* **ASSIGNMENT**
One number is the whole answer: the tally of lines in the records that include the word "None".

^^^^^^^^^^^^^^^^

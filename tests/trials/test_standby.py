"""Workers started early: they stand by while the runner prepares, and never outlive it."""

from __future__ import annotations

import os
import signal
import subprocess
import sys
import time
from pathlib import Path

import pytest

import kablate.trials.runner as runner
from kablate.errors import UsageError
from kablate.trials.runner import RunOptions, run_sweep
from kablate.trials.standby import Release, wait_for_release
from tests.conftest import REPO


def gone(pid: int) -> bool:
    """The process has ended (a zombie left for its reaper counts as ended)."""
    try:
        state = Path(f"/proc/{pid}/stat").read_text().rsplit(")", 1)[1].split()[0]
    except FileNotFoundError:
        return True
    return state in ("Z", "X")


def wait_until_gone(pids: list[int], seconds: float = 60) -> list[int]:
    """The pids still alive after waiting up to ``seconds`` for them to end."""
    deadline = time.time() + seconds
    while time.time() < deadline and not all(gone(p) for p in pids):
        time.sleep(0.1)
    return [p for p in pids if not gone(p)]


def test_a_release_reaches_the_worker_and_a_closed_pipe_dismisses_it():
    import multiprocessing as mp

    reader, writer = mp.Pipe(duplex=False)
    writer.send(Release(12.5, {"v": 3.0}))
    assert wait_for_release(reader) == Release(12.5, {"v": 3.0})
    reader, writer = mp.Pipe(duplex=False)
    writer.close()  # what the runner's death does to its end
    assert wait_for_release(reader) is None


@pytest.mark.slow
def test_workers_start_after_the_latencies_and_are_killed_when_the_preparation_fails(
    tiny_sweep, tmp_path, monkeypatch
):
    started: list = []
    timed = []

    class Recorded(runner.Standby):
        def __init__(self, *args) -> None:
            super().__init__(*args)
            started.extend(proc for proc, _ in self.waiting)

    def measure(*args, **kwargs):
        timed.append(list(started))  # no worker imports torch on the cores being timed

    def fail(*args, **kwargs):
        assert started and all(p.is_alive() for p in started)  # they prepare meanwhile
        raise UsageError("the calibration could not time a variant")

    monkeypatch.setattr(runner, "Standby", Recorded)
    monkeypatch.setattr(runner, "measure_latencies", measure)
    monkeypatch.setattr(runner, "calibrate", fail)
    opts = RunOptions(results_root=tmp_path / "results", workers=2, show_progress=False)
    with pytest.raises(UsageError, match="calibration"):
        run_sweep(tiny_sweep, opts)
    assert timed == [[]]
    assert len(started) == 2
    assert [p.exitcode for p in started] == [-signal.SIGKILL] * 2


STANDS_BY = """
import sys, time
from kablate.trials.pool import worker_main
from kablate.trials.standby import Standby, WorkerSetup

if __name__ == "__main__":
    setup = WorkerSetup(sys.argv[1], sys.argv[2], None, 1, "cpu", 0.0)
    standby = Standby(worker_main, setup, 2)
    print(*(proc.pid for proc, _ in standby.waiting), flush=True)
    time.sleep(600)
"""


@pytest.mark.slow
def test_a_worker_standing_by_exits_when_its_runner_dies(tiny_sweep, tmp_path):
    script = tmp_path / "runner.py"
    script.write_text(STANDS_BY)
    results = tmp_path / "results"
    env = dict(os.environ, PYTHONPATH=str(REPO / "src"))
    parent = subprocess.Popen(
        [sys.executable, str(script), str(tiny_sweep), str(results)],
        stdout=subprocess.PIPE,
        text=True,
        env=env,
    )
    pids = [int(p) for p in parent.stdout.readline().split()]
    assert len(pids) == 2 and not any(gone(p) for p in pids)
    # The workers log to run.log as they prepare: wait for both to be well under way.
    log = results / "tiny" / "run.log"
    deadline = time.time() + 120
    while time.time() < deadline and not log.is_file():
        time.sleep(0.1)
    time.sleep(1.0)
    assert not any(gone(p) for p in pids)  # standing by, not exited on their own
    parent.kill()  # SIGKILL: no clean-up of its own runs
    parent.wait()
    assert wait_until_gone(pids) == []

^^^^^^^^^^^^^^^^

* **ANSWER**
3